EXERCISE
Find the line holding "ids=lambda path: str(path.relative_to(ROOT)))" in the entries below. Give it again exactly, along with every line after it up to and including the line holding "assert share == pytest.approx(3.14159".

[Data entries]
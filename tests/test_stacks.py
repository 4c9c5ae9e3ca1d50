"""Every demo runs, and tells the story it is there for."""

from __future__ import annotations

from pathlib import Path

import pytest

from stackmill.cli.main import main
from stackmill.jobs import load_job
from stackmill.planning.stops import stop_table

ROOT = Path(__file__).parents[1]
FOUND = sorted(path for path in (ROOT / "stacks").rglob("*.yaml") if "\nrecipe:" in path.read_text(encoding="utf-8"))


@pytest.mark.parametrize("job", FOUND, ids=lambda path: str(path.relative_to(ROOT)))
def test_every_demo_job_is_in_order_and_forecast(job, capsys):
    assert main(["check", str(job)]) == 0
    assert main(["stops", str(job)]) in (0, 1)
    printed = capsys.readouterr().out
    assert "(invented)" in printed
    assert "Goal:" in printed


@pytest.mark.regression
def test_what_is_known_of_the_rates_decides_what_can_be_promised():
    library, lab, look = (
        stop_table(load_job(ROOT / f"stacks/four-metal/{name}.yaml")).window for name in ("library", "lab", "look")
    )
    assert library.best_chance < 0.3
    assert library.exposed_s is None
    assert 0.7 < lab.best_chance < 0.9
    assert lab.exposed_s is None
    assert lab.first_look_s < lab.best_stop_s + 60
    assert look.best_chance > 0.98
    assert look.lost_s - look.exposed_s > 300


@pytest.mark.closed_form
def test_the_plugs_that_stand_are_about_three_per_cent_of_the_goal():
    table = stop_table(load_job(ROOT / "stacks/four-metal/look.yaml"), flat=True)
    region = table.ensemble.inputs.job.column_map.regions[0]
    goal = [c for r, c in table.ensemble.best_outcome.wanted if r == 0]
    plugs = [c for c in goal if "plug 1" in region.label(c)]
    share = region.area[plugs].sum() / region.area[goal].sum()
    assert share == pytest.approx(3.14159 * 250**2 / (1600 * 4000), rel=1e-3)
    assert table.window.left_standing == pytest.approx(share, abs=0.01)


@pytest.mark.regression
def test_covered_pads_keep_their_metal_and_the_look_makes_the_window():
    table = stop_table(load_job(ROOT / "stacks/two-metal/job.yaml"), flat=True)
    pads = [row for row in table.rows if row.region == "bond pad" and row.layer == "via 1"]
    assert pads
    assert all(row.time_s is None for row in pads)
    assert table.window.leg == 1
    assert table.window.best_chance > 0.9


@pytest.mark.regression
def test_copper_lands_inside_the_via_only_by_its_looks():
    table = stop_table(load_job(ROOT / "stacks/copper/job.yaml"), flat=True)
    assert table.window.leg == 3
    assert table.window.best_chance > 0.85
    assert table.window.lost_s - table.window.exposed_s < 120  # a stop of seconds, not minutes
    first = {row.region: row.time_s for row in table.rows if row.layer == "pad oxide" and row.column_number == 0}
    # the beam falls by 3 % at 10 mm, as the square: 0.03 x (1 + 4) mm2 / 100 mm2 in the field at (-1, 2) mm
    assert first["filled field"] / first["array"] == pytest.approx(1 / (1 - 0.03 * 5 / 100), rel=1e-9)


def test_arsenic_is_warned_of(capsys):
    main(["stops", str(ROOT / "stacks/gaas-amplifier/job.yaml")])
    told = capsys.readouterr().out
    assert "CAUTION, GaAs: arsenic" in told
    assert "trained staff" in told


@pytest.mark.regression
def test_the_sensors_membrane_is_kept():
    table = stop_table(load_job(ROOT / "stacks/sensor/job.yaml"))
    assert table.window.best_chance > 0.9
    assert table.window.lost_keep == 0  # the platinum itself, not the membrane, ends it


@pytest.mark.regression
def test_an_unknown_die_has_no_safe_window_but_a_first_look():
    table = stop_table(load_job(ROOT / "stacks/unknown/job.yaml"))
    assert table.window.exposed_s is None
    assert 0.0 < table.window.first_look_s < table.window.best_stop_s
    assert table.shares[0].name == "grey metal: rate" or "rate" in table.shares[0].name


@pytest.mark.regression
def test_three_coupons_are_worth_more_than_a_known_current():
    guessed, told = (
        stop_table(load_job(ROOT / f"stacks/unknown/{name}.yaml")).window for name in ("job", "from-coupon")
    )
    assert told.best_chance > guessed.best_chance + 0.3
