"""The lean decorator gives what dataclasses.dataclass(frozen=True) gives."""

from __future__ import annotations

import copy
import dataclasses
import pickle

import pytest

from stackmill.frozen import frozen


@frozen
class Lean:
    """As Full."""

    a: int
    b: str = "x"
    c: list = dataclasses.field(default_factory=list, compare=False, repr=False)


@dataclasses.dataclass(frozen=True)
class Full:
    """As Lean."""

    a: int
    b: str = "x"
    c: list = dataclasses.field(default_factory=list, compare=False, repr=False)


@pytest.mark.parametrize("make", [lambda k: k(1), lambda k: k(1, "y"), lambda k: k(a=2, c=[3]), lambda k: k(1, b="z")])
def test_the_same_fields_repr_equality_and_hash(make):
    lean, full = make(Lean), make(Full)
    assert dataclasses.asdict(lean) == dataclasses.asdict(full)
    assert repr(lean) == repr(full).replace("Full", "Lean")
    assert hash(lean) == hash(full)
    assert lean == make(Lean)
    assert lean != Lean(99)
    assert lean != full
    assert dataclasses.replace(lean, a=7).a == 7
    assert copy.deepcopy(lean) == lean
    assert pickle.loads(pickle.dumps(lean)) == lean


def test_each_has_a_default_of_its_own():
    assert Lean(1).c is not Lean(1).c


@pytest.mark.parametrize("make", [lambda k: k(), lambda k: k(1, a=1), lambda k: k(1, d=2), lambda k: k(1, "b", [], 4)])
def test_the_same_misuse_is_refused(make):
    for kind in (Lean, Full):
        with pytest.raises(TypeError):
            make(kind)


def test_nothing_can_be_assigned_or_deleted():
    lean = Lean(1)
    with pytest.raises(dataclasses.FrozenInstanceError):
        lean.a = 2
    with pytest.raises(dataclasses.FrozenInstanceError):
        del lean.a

SOLUTION
@pytest.mark.parametrize("job", FOUND, ids=lambda path: str(path.relative_to(ROOT)))
def test_every_demo_job_is_in_order_and_forecast(job, capsys):
    assert main(["check", str(job)]) == 0
    assert main(["stops", str(job)]) in (0, 1)
    printed = capsys.readouterr().out
    assert "(invented)" in printed
    assert "Goal:" in printed


@pytest.mark.regression
def test_what_is_known_of_the_rates_decides_what_can_be_promised():
    library, lab, look = (
        stop_table(load_job(ROOT / f"stacks/four-metal/{name}.yaml")).window for name in ("library", "lab", "look")
    )
    assert library.best_chance < 0.3
    assert library.exposed_s is None
    assert 0.7 < lab.best_chance < 0.9
    assert lab.exposed_s is None
    assert lab.first_look_s < lab.best_stop_s + 60
    assert look.best_chance > 0.98
    assert look.lost_s - look.exposed_s > 300


@pytest.mark.closed_form
def test_the_plugs_that_stand_are_about_three_per_cent_of_the_goal():
    table = stop_table(load_job(ROOT / "stacks/four-metal/look.yaml"), flat=True)
    region = table.ensemble.inputs.job.column_map.regions[0]
    goal = [c for r, c in table.ensemble.best_outcome.wanted if r == 0]
    plugs = [c for c in goal if "plug 1" in region.label(c)]
    share = region.area[plugs].sum() / region.area[goal].sum()
    assert share == pytest.approx(3.14159 * 250**2 / (1600 * 4000), rel=1e-3)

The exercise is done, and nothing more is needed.